Я не хотел торопить своих пациентов; я хотел, чтобы они сами решили рассказать о себе.
В дверь постучали. Не успел я ответить “войдите”, как дверь приоткрылась и в кабинет проскользнула Эва Блау. Она скорчила странную гримасу, словно пыталась улыбнуться, не напрягая мышц лица.
– Нет, спасибо, – вдруг сказала она. – Не нужно приглашать меня на торжественный ужин, я уже поела. Шарлотте прекрасный человек, она готовит мне еду на целую неделю, я кладу порции в холодильник.
– Очень мило с ее стороны.
– Она покупает мое молчание, – с таинственным видом пояснила Эва и встала за стулом, на котором накануне сидела Майя.
– Эва, не хотите рассказать, зачем вы пришли сюда?
– Уж не для того, чтобы хер тебе сосать, чтоб ты знал.
– Вам не обязательно посещать группу гипноза, – спокойно сказал я.
Она опустила глаза и промямлила:
– Я так и знала, что вы меня ненавидите.
– Нет, Эва, я просто говорю, что вам не обязательно ходить в эту группу.

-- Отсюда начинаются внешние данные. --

package readers

import (
	"fmt"
	"math"
	"strings"

	"strainledger/mesh"
)

// A legacyFile is a file of VTK's legacy format while its header is read. After the
// title it is a stream of words; in binary files the values between them are
// big-endian and begin behind the end of the line.
type legacyFile struct {
	file          *file
	window        *window
	cursor        *cursor
	limits        Limits
	isBinary      bool
	version       int // 100 × major + minor
	kind          string
	piece         *piece
	sections      map[string]*section // by keyword
	types         *column
	grid          legacyGrid
	fields        []*column
	texts         map[*column][]string // strings of field arrays
	textBytes     int64
	keywordOfData string             // section of point or cell data that is read
	marked        map[arrayName]bool // attributes that are given, by location and attribute
	ends          bool               // no more words
}

// readLegacy reads a legacy file as one block.
func (o *opener) readLegacy(f *file, at branch) error {
	if at.kind != "" {
		return f.fail(0, malformed("found a legacy file as a piece, need an XML file of type %s", at.kind))
	}
	l := &legacyFile{
		file: f, window: newWindow(&o.cursor.hand, f), cursor: o.cursor, limits: o.limits,
		piece: &piece{file: f}, sections: map[string]*section{}, texts: map[*column][]string{}, marked: map[arrayName]bool{},
	}
	if err := l.read(); err != nil {
		return err
	}
	source := f.source(l.format(), math.NaN())
	for _, a := range l.fields {
		if err := o.addField(a, &source, l.texts[a]); err != nil {
			return err
		}
	}
	if !math.IsNaN(at.time) {
		source.Time = at.time
	}
	set := o.newSet(at.name)
	if err := o.addPiece(l.piece, &source, set); err != nil {
		return placed(f.path, err)
	}
	o.shareFields([]*piece{l.piece}, l.fields, source.Cells)
	o.model.Sources = append(o.model.Sources, source)
	return nil
}

// format names the form of the file.
func (l *legacyFile) format() string {
	coding := "ascii"
	if l.isBinary {
		coding = "binary"
	}
	return fmt.Sprintf("VTK legacy %d.%d, %s", l.version/100, l.version%100, coding)
}

// read reads the whole header.
func (l *legacyFile) read() error {
	if err := l.begin(); err != nil {
		return err
	}
	if err := l.readKind(); err != nil {
		return err
	}
	keyword, err := l.geometry()
	if err != nil {
		return err
	}
	if err := l.closeGeometry(); err != nil {
		return err
	}
	if keyword != "" {
		return l.attributes(keyword)
	}
	return nil
}

// readKind reads DATASET and its kind, before which FIELD may stand.
func (l *legacyFile) readKind() error {
	for {
		keyword, err := l.keyword()
		if err != nil {
			return err
		}
		switch keyword {
		case "FIELD":
			if err := l.field(mesh.OnField, -1); err != nil {
				return err
			}
			continue
		case "DATASET":
		default:
			return l.window.fail(malformed("found %.40q, need DATASET", keyword))
		}
		if l.kind, err = l.keyword(); err != nil {
			return err
		}
		if legacyKinds[l.kind] == nil {
			return l.window.fail(unsupported("found data set of kind %.40q, need UNSTRUCTURED_GRID, POLYDATA, STRUCTURED_GRID, RECTILINEAR_GRID or STRUCTURED_POINTS", l.kind))
		}
		return nil
	}
}

// begin reads the three lines before the words.
func (l *legacyFile) begin() error {
	line, err := l.line()
	if err != nil {
		return err
	}
	version, ok := strings.CutPrefix(line, "# vtk DataFile Version ")
	if !ok {
		return l.file.fail(0, malformed("found %.40q, need \"# vtk DataFile Version\" and a number", line))
	}
	l.version = versionNumber(strings.TrimSpace(version), 300)
	if _, err := l.line(); err != nil {
		return err
	}
	coding, err := l.keyword()
	if err != nil {
		return err
	}
	l.file.text = l.window.offset()
	switch coding {
	case "ASCII":
		l.file.text = l.file.size
	case "BINARY":
		l.isBinary = true
	default:
		return l.window.fail(malformed("found %.40q, need ASCII or BINARY", coding))
	}
	return nil
}

// legacyKinds lists the keywords that describe the geometry of each kind of data set.
var legacyKinds = map[string]map[string]func(*legacyFile, string) error{
	"UNSTRUCTURED_GRID": {
		"POINTS": (*legacyFile).points, "CELLS": (*legacyFile).cells, "CELL_TYPES": (*legacyFile).cellTypes,
	},
	"POLYDATA": {
		"POINTS": (*legacyFile).points, "VERTICES": (*legacyFile).cells, "LINES": (*legacyFile).cells,
		"POLYGONS": (*legacyFile).cells, "TRIANGLE_STRIPS": (*legacyFile).cells,
	},
	"STRUCTURED_GRID": {
		"DIMENSIONS": (*legacyFile).dimensions, "POINTS": (*legacyFile).points, "BLANKING": (*legacyFile).blanking,
	},
	"RECTILINEAR_GRID": {
		"DIMENSIONS": (*legacyFile).dimensions, "X_COORDINATES": (*legacyFile).coordinates,
		"Y_COORDINATES": (*legacyFile).coordinates, "Z_COORDINATES": (*legacyFile).coordinates,
	},
	"STRUCTURED_POINTS": {
		"DIMENSIONS": (*legacyFile).dimensions, "ORIGIN": (*legacyFile).origin,
		"SPACING": (*legacyFile).spacing, "ASPECT_RATIO": (*legacyFile).spacing,
	},
}

// geometry reads the sections before point and cell data, in any order, and returns
// the keyword with which those begin.
func (l *legacyFile) geometry() (string, error) {
	for {
		keyword, err := l.keyword()
		if err != nil || l.ends {
			return "", err
		}
		read := legacyKinds[l.kind][keyword]
		switch {
		case keyword == "POINT_DATA" || keyword == "CELL_DATA":
			return keyword, nil
		case keyword == "FIELD":
			err = l.field(mesh.OnField, -1)
		case keyword == "METADATA":
			err = l.metadata(nil)
		case read != nil:
			err = read(l, keyword)
		default:
			err = l.window.fail(malformed("found %.40q, need a keyword of %s, FIELD, POINT_DATA or CELL_DATA", keyword, l.kind))
		}
		if err != nil {
			return "", err
		}
	}
}

// closeGeometry compares the parts with each other and makes the cells.
func (l *legacyFile) closeGeometry() error {
	l.piece.isOldOrder = l.version < 501
	switch l.kind {
	case "UNSTRUCTURED_GRID":
		return l.closeUnstructured()
	case "POLYDATA":
		l.closePolygons()
		return nil
	}
	return l.closeGrid()
}

func (l *legacyFile) closeUnstructured() error {
	p := l.piece
	if len(l.sections) == 0 && l.types == nil {
		return nil
	}
	s := l.sections["CELLS"]
	switch {
	case s == nil && l.types.Tuples > 0:
		return l.types.fail(malformed("found types of %d cells and no CELLS", l.types.Tuples))
	case s == nil || l.types == nil && s.count == 0:
		return nil
	case l.types == nil:
		return l.file.fail(l.window.offset(), malformed("found %d cells and no CELL_TYPES", s.count))
	case l.types.Tuples != s.count:
		return l.types.fail(malformed("found types of %d cells, need %d", l.types.Tuples, s.count))
	}
	s.types, s.hasStreams = l.types, true
	p.sections, p.cellCount = []section{*s}, s.count
	return nil
}

// closePolygons orders the cells as they are numbered: by kind.
func (l *legacyFile) closePolygons() {
	for rule, keyword := range []string{"VERTICES", "LINES", "POLYGONS", "TRIANGLE_STRIPS"} {
		if s := l.sections[keyword]; s != nil {
			s.first, s.rule = l.piece.cellCount, polygonRule(rule)
			l.piece.sections = append(l.piece.sections, *s)
			l.piece.cellCount += s.count
		}
	}
}

// points reads POINTS n type.
func (l *legacyFile) points(string) error {
	count, err := l.count("points")
	if err != nil {
		return err
	}
	if count > l.limits.Points {
		return l.window.fail(overLimit("found %d points; need at most the limit of %d", count, l.limits.Points))
	}
	l.piece.pointCount = count
	l.piece.points, err = l.array("POINTS", mesh.OnPoint, 3, count)
	return err
}

// cells reads a list of cells in the layout of the file's version: before 5 a list
// with the node count before each cell's nodes, from 5 on two arrays.
func (l *legacyFile) cells(keyword string) error {
	cells, err := l.count("cells")
	if err != nil {
		return err
	}
	entries, err := l.count("entries")
	if err != nil {
		return err
	}
	if l.sections[keyword] != nil {
		return l.window.fail(malformed("found %s twice", keyword))
	}
	s := &section{count: cells}
	l.sections[keyword] = s
	if l.version >= 500 {
		return l.cellArrays(s, cells, entries)
	}
	if cells > entries {
		return l.window.fail(malformed("found %d cells in %d entries, need an entry for each cell and each node", cells, entries))
	}
	a, err := l.values(keyword, mesh.OnCell, int32Number, 1, entries)
	s.list = &cellList{column: a}
	return err
}

// cellArrays reads OFFSETS and CONNECTIVITY.
func (l *legacyFile) cellArrays(s *section, offsets, entries int64) error {
	if s.count = max(0, offsets-1); offsets == 0 {
		return nil
	}
	s.isLed = true
	for _, part := range []struct {
		name  string
		count int64
		to    **column
	}{{"OFFSETS", offsets, &s.offsets}, {"CONNECTIVITY", entries, &s.connectivity}} {
		keyword, err := l.keyword()
		if err != nil {
			return err
		}
		if keyword != part.name {
			return l.window.fail(malformed("found %.40q, need %s", keyword, part.name))
		}
		if *part.to, err = l.array(part.name, mesh.OnCell, 1, part.count); err != nil {
			return err
		}
		if !(*part.to).number.isInteger() {
			return (*part.to).fail(malformed("found values of type %s, need whole numbers", (*part.to).number))
		}
	}
	return nil
}

func (l *legacyFile) cellTypes(string) error {
	count, err := l.count("cell types")
	if err != nil {
		return err
	}
	l.types, err = l.values("CELL_TYPES", mesh.OnCell, int32Number, 1, count)
	return err
}
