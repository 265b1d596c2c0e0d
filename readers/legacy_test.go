package readers

import (
	"bytes"
	"encoding/binary"
	"errors"
	"fmt"
	"math"
	"slices"
	"strings"
	"testing"

	"strainledger/mesh"
)

// read opens a file that is in memory and gathers it.
func read(t *testing.T, data string) (*mesh.Model, *gathered) {
	t.Helper()
	model, err := openBytes([]byte(data), Options{})
	if err != nil {
		t.Fatal(err)
	}
	got, err := gather(model, -1, 8192)
	if err != nil {
		t.Fatal(err)
	}
	return model, got
}

// readError returns the error of a file, whenever it shows.
func readError(data string, options Options) error {
	model, err := openBytes([]byte(data), options)
	if err == nil {
		_, err = gather(model, -1, 8192)
	}
	return err
}

// legacyTetrahedron is a file of one tetrahedron up to its point and cell data.
const legacyTetrahedron = `# vtk DataFile Version 3.0
title
ASCII
DATASET UNSTRUCTURED_GRID
POINTS 4 float
0 0 0 1 0 0 0 1 0 0 0 1
CELLS 1 5
4 0 1 2 3
CELL_TYPES 1
10
`

func TestLegacyAttributes(t *testing.T) {
	for _, test := range []struct {
		text   string
		on     mesh.Location
		name   string
		format string
		values []float64
	}{
		{"POINT_DATA 4\nSCALARS s float\nLOOKUP_TABLE default\n1 2 3 4\n", mesh.OnPoint, "s", "Float32", []float64{1, 2, 3, 4}},
		{"POINT_DATA 4\nSCALARS s float\n1 2 3 4\n", mesh.OnPoint, "s", "Float32", []float64{1, 2, 3, 4}},
		{"POINT_DATA 4\nSCALARS s int 2\n1 2 3 4 5 6 7 8\n", mesh.OnPoint, "s", "Int32", []float64{1, 2, 3, 4, 5, 6, 7, 8}},
		{"POINT_DATA 4\nscalars s double 1\nlookup_table t\n1 2 3 4\nLOOKUP_TABLE t 2\n0 0 0 1 1 1 1 1\n", mesh.OnPoint, "s", "Float64", []float64{1, 2, 3, 4}},
		{"CELL_DATA 1\nVECTORS v double\n1 2 3\n", mesh.OnCell, "v", "Float64", []float64{1, 2, 3}},
		{"CELL_DATA 1\nNORMALS v float\n0 0 1\n", mesh.OnCell, "v", "Float32", []float64{0, 0, 1}},
		{"CELL_DATA 1\nTENSORS v double\n1 2 3 4 5 6 7 8 9\n", mesh.OnCell, "v", "Float64", []float64{1, 2, 3, 4, 5, 6, 7, 8, 9}},
		{"CELL_DATA 1\nTENSORS6 v double\n1 2 3 4 5 6\n", mesh.OnCell, "v", "Float64", []float64{1, 2, 3, 4, 5, 6}},
		{"CELL_DATA 1\nCOLOR_SCALARS c 3\n0 0.5 1\n", mesh.OnCell, "c", "UInt8", []float64{0, 128, 255}},
		{"CELL_DATA 1\nTEXTURE_COORDINATES c 2 float\n0.5 1\n", mesh.OnCell, "c", "Float32", []float64{0.5, 1}},
		{"CELL_DATA 1\nGLOBAL_IDS g vtkIdType\n5000000000\n", mesh.OnCell, "g", "Int64", []float64{5000000000}},
		{"CELL_DATA 1\nFIELD f 2\nNULL_ARRAY a%20b 2 1 char\n-1 7\n", mesh.OnCell, "a b", "Int8", []float64{-1, 7}},
		{"CELL_DATA 1\nFIELD f 1\n100% 1 1 long\n-9\n", mesh.OnCell, "100%", "Int64", []float64{-9}},
		{"CELL_DATA 1\nSCALARS a int\n1\nPOINT_DATA 4\nSCALARS p int\n1 2 3 4\nCELL_DATA 1\nSCALARS b unsigned_short\n65535", mesh.OnCell, "b", "UInt16", []float64{65535}},
		{"CELL_DATA 1\nSCALARS a int\n1\nSCALARS a int\n2\n", mesh.OnCell, "a", "Int32", []float64{1}},
	} {
		_, got := read(t, legacyTetrahedron+test.text)
		a := got.arrays[arrayKey{test.on, test.name}]
		if a == nil || a.Type != test.format || !slices.Equal(a.values, test.values) {
			t.Errorf("%q: %+v, want %s %v", test.text, a, test.format, test.values)
		}
	}
}

func TestLegacyMetadata(t *testing.T) {
	model, got := read(t, legacyTetrahedron+`METADATA
INFORMATION 1
NAME UNITS_LABEL LOCATION vtkDataArray
DATA MPa

CELL_DATA 1
FIELD f 2
stress 2 1 float
1 2
METADATA
COMPONENT_NAMES
X%20X
YY
INFORMATION 0

t 1 1 int
7
`)
	if names := got.arrays[arrayKey{mesh.OnCell, "stress"}].ComponentNames; !slices.Equal(names, []string{"X X", "YY"}) {
		t.Errorf("component names %q", names)
	}
	if got.arrays[arrayKey{mesh.OnCell, "t"}] == nil || len(model.Pieces[0].Arrays) != 2 {
		t.Errorf("arrays %+v", model.Pieces[0].Arrays)
	}
}

// The type long has 8 bytes or, from some systems, 4: the next keyword tells.
func TestLegacyLong(t *testing.T) {
	for _, size := range []int{4, 8} {
		for _, word := range []string{"long", "unsigned_long"} {
			var file bytes.Buffer
			file.WriteString("# vtk DataFile Version 3.0\n\nBINARY\nDATASET UNSTRUCTURED_GRID\nPOINTS 1 float\n")
			binary.Write(&file, binary.BigEndian, [3]float32{1, 2, 3})
			file.WriteString("\nCELLS 1 2\n")
			binary.Write(&file, binary.BigEndian, [2]int32{1, 0})
			file.WriteString("\nCELL_TYPES 1\n")
			binary.Write(&file, binary.BigEndian, int32(1))
			fmt.Fprintf(&file, "\nCELL_DATA 1\nSCALARS n %s 2\nLOOKUP_TABLE default\n", word)
			if size == 4 {
				binary.Write(&file, binary.BigEndian, [2]int32{70000, 5})
			} else {
				binary.Write(&file, binary.BigEndian, [2]int64{70000, 5})
			}
			file.WriteString("\nSCALARS after float\nLOOKUP_TABLE default\n")
			binary.Write(&file, binary.BigEndian, float32(2.5))
			_, got := read(t, file.String())
			n, after := got.arrays[arrayKey{mesh.OnCell, "n"}], got.arrays[arrayKey{mesh.OnCell, "after"}]
			if n == nil || after == nil || !slices.Equal(n.values, []float64{70000, 5}) || after.values[0] != 2.5 {
				t.Errorf("%s of %d bytes: %+v, %+v", word, size, n, after)
			}
		}
	}
}

func TestLegacyGrids(t *testing.T) {
	model, got := read(t, `# vtk DataFile Version 1.0

ASCII
DATASET STRUCTURED_POINTS
DIMENSIONS 3 2 1
ORIGIN 10 20 30
ASPECT_RATIO 0.5 2 4
CELL_DATA 2
SCALARS s float
1 2
`)
	if want := []float64{10, 20, 30, 10.5, 20, 30, 11, 20, 30, 10, 22, 30, 10.5, 22, 30, 11, 22, 30}; !slices.Equal(got.points, want) {
		t.Errorf("points %v, want %v", got.points, want)
	}
	if !slices.EqualFunc(got.nodes, [][]int32{{0, 1, 3, 4}, {1, 2, 4, 5}}, slices.Equal) || got.types["8"] != 2 {
		t.Errorf("nodes %v of %v", got.nodes, got.types)
	}
	if model.Pieces[0].Grid.Extent != (mesh.Extent{0, 2, 0, 1, 0, 0}) {
		t.Errorf("extent %v", model.Pieces[0].Grid.Extent)
	}
	_, got = read(t, `# vtk DataFile Version 3.0

ASCII
DATASET RECTILINEAR_GRID
DIMENSIONS 2 1 3
X_COORDINATES 2 float
0 1
Y_COORDINATES 1 float
5
Z_COORDINATES 3 double
0 2 6
`)
	if want := []float64{0, 5, 0, 1, 5, 0, 0, 5, 2, 1, 5, 2, 0, 5, 6, 1, 5, 6}; !slices.Equal(got.points, want) {
		t.Errorf("points %v, want %v", got.points, want)
	}
	if math.Abs(got.measure["2"]-6) > 1e-14 {
		t.Errorf("area %v, want 6", got.measure["2"])
	}
	_, got = read(t, `# vtk DataFile Version 3.0

ASCII
DATASET STRUCTURED_GRID
DIMENSIONS 3 2 1
POINTS 6 float
0 0 0 1 0 0 2 0 0 0 1 0 1 1 0 2 1 0
BLANKING 6 unsigned_char
1 1 0 1 1 1
`)
	if !slices.EqualFunc(got.nodes, [][]int32{{0, 1, 4, 3}, {1, 2, 5, 4}}, slices.Equal) || got.types["9"] != 2 {
		t.Errorf("nodes %v of %v", got.nodes, got.types)
	}
	if !slices.Equal(got.hidden, []uint8{0, mesh.HiddenCell}) {
		t.Errorf("marks %v", got.hidden)
	}
}

func TestLegacyTimeAndTexts(t *testing.T) {
	model, _ := read(t, `# vtk DataFile Version 3.0

ASCII
FIELD FieldData 3
TIME 1 1 double
2.5
notes 1 2 string
first%20line

label 1 3 char
77 80 97
DATASET UNSTRUCTURED_GRID
POINTS 0 float
`)
	if model.Sources[0].Time != 2.5 || !slices.Equal(model.Times, []float64{2.5}) {
		t.Errorf("time %v, %v", model.Sources[0].Time, model.Times)
	}
	if model.Text("label") != "MPa" || model.Text("notes") != "first line" || len(model.Texts[0].Strings) != 2 || model.Text("none") != "" {
		t.Errorf("texts %q", model.Texts)
	}
}

// Ghost levels of old files become duplicates; those of new files are plain numbers.
func TestLegacyGhostLevels(t *testing.T) {
	text := legacyTetrahedron + "CELL_DATA 1\nSCALARS vtkGhostLevels unsigned_char\nLOOKUP_TABLE default\n2\n"
	_, got := read(t, text)
	if !slices.Equal(got.hidden, []uint8{mesh.DuplicateCell}) || got.arrays[arrayKey{mesh.OnCell, "vtkGhostType"}].values[0] != 1 {
		t.Errorf("marks %v, arrays %v", got.hidden, got.arrays)
	}
	_, got = read(t, strings.Replace(text, "3.0", "4.0", 1))
	if got.hidden != nil || got.arrays[arrayKey{mesh.OnCell, "vtkGhostLevels"}].values[0] != 2 {
		t.Errorf("marks %v, arrays %v", got.hidden, got.arrays)
	}
}

func TestLegacyErrors(t *testing.T) {
	for _, test := range []struct {
		text string
		line int
		kind error
		need string
	}{
		{"# vtk DataFile Version 3.0\nt\nTEXT\n", 3, ErrMalformed, "ASCII or BINARY"},
		{"# vtk DataFile Version 3.0\nt\nASCII\nDATASET TABLE\n", 4, ErrUnsupported, "TABLE"},
		{"# vtk DataFile Version 3.0\nt\nASCII\nPOINTS 3 float\n", 4, ErrMalformed, "DATASET"},
		{legacyTetrahedron + "CELL_DATA 2\n", 11, ErrMalformed, "need 1"},
		{legacyTetrahedron + "CELL_DATA 1\nSCALARS s quadruple\n1\n", 12, ErrUnsupported, "quadruple"},
		{legacyTetrahedron + "CELL_DATA 1\nSCALARS s float\n", 13, ErrTruncated, "need 1 values"},
		{legacyTetrahedron + "CELL_DATA 1\nSCALARS s float\n1,5\n", 13, ErrMalformed, "decimal point"},
		{legacyTetrahedron + "CELL_DATA 1\nSURPRISE s float\n1\n", 12, ErrMalformed, "SURPRISE"},
		{legacyTetrahedron + "CELL_DATA 1\nFIELD f 1\na 1 2 float\n1 2\n", 13, ErrMalformed, "found 2 tuples, need 1"},
		{legacyTetrahedron + "CELL_DATA 1\nFIELD f 1\na 0 1 float\n", 13, ErrMalformed, "0 components"},
		{legacyTetrahedron + "CELL_DATA 1\nVECTORS", 12, ErrTruncated, "no name"},
		{legacyTetrahedron + "POINT_DATA many\n", 11, ErrMalformed, "number of tuples"},
		{legacyTetrahedron + "CELLS 1 5\n4 0 1 2 3\n", 11, ErrMalformed, "twice"},
		{strings.Replace(legacyTetrahedron, "CELLS 1 5", "CELLS 6 5", 1), 7, ErrMalformed, "6 cells in 5 entries"},
		{strings.Replace(legacyTetrahedron, "4 0 1 2 3", "4 0 1 2 4", 1), 8, ErrMalformed, "cell 0: found point number 4, need 0 to 3"},
		{strings.Replace(legacyTetrahedron, "4 0 1 2 3", "5 0 1 2 3", 1), 8, ErrMalformed, "5 entries announced, 4 left"},
		{strings.Replace(legacyTetrahedron, "4 0 1 2 3", "-4 0 1 2 3", 1), 8, ErrMalformed, "-4 entries announced"},
		{strings.Replace(legacyTetrahedron, "4 0 1 2 3", "3 0 1 2 3", 1), 0, ErrMalformed, "tetrahedron"},
		{strings.Replace(legacyTetrahedron, "CELL_TYPES 1\n10", "CELL_TYPES 2\n10 10", 1), 10, ErrMalformed, "types of 2 cells, need 1"},
		{strings.Replace(legacyTetrahedron, "CELL_TYPES 1\n10", "", 1), 10, ErrMalformed, "no CELL_TYPES"},
		{strings.Replace(legacyTetrahedron, "CELLS 1 5\n4 0 1 2 3", "", 1), 0, ErrMalformed, "no CELLS"},
		{strings.Replace(legacyTetrahedron, "CELL_TYPES 1\n10", "CELL_TYPES 1\n300", 1), 0, ErrMalformed, "cell type 300"},
		{"# vtk DataFile Version 3.0\nt\nASCII\nDATASET STRUCTURED_POINTS\nORIGIN 0 0 0\n", 6, ErrMalformed, "no DIMENSIONS"},
		{"# vtk DataFile Version 3.0\nt\nASCII\nDATASET STRUCTURED_POINTS\nDIMENSIONS 2 2 x\n", 5, ErrMalformed, "points along z"},
		{"# vtk DataFile Version 3.0\nt\nASCII\nDATASET STRUCTURED_POINTS\nDIMENSIONS 4000 4000 4000\n", 6, ErrLimit, "limit"},
		{"# vtk DataFile Version 3.0\nt\nASCII\nDATASET STRUCTURED_POINTS\nDIMENSIONS 400 400 400\n", 6, ErrLimit, "without coordinates"},
		{"# vtk DataFile Version 3.0\nt\nASCII\nDATASET STRUCTURED_POINTS\nDIMENSIONS 2 2 2\nSPACING 1 1,5 1\n", 6, ErrMalformed, "decimal point"},
		{"# vtk DataFile Version 3.0\nt\nASCII\nDATASET STRUCTURED_GRID\nDIMENSIONS 2 2 2\nPOINTS 1 float\n0 0 0\n", 8, ErrMalformed, "found 1 points, need 8"},
		{"# vtk DataFile Version 3.0\nt\nASCII\nDATASET RECTILINEAR_GRID\nDIMENSIONS 2 2 2\nX_COORDINATES 2 float\n0 1\n", 8, ErrMalformed, "Y_COORDINATES"},
		{"# vtk DataFile Version 5.1\nt\nASCII\nDATASET UNSTRUCTURED_GRID\nCELLS 2 1\nCONNECTIVITY vtktypeint64\n0\n", 6, ErrMalformed, "need OFFSETS"},
		{"# vtk DataFile Version 5.1\nt\nASCII\nDATASET UNSTRUCTURED_GRID\nCELLS 2 1\nOFFSETS float\n0 1\n", 7, ErrMalformed, "whole numbers"},
	} {
		err := readError(test.text, Options{})
		place := new(Error)
		if !errors.As(err, &place) || !errors.Is(err, test.kind) || !strings.Contains(err.Error(), test.need) {
			t.Errorf("%q:\n  error %v, want %v with %q", test.text[max(0, len(test.text)-60):], err, test.kind, test.need)
			continue
		}
		if test.line != 0 && (place.Line < test.line-1 || place.Line > test.line) {
			t.Errorf("%v: line %d, want %d", err, place.Line, test.line)
		}
	}
}

func TestLegacyEmptyCells(t *testing.T) {
	text := strings.NewReplacer("CELLS 1 5\n", "CELLS 3 7\n0 ", "\nCELL_TYPES 1\n10", " 0\nCELL_TYPES 3\n0 10 0").Replace(legacyTetrahedron)
	_, got := read(t, text)
	if !slices.EqualFunc(got.nodes, [][]int32{{}, {0, 1, 2, 3}, {}}, slices.Equal) || got.types["0"] != 2 {
		t.Errorf("nodes %v of %v", got.nodes, got.types)
	}
}

func TestLegacyVersionWithoutNumber(t *testing.T) {
	_, got := read(t, strings.Replace(legacyTetrahedron, "3.0", "x", 1))
	if got.cells != 1 || math.Abs(got.measure["3"]-1./6) > 1e-15 {
		t.Errorf("%d cells of volume %v", got.cells, got.measure)
	}
}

Некоторые люди не желают, чтобы их гипнотизировали, некоторые плохо поддаются гипнозу, хотя на самом деле хотят погрузиться в транс, некоторые…
– Вы меня ненавидите, – перебила она.
– Я только говорю, что не могу принять вас в группу, потому что вы не хотите, чтобы вас гипнотизировали.
– Я не хотела вас обидеть, – сказала Эва. – Но у тебя не выйдет сунуть хер мне в рот.
– Прекратите.
– Извините, – прошептала Эва и вынула что-то из сумочки. – Вот. Это вам от меня.
Я взял то, что она протягивала. Фотография. Фотография Беньямина, когда его крестили.
– Хорошенький, правда? – гордо сказала Эва.
Я почувствовал, как заколотилось сердце – быстро и тяжело.
– Где вы взяли эту фотографию? – спросил я.
– Это моя маленькая тайна.
– Отвечайте, Эва, как она у вас…
Она задиристо оборвала меня:
– На других насрешь – жизнь неплохо проживешь.
Я опять посмотрел на карточку. Взята из фотоальбома Беньямина – я ее прекрасно узнал. На обороте даже остались следы клея, которым мы ее приклеили. Сделав над собой усилие, я заговорил спокойно, хотя пульс грохотал в висках:
– Рассказывайте, как у вас оказалась фотография.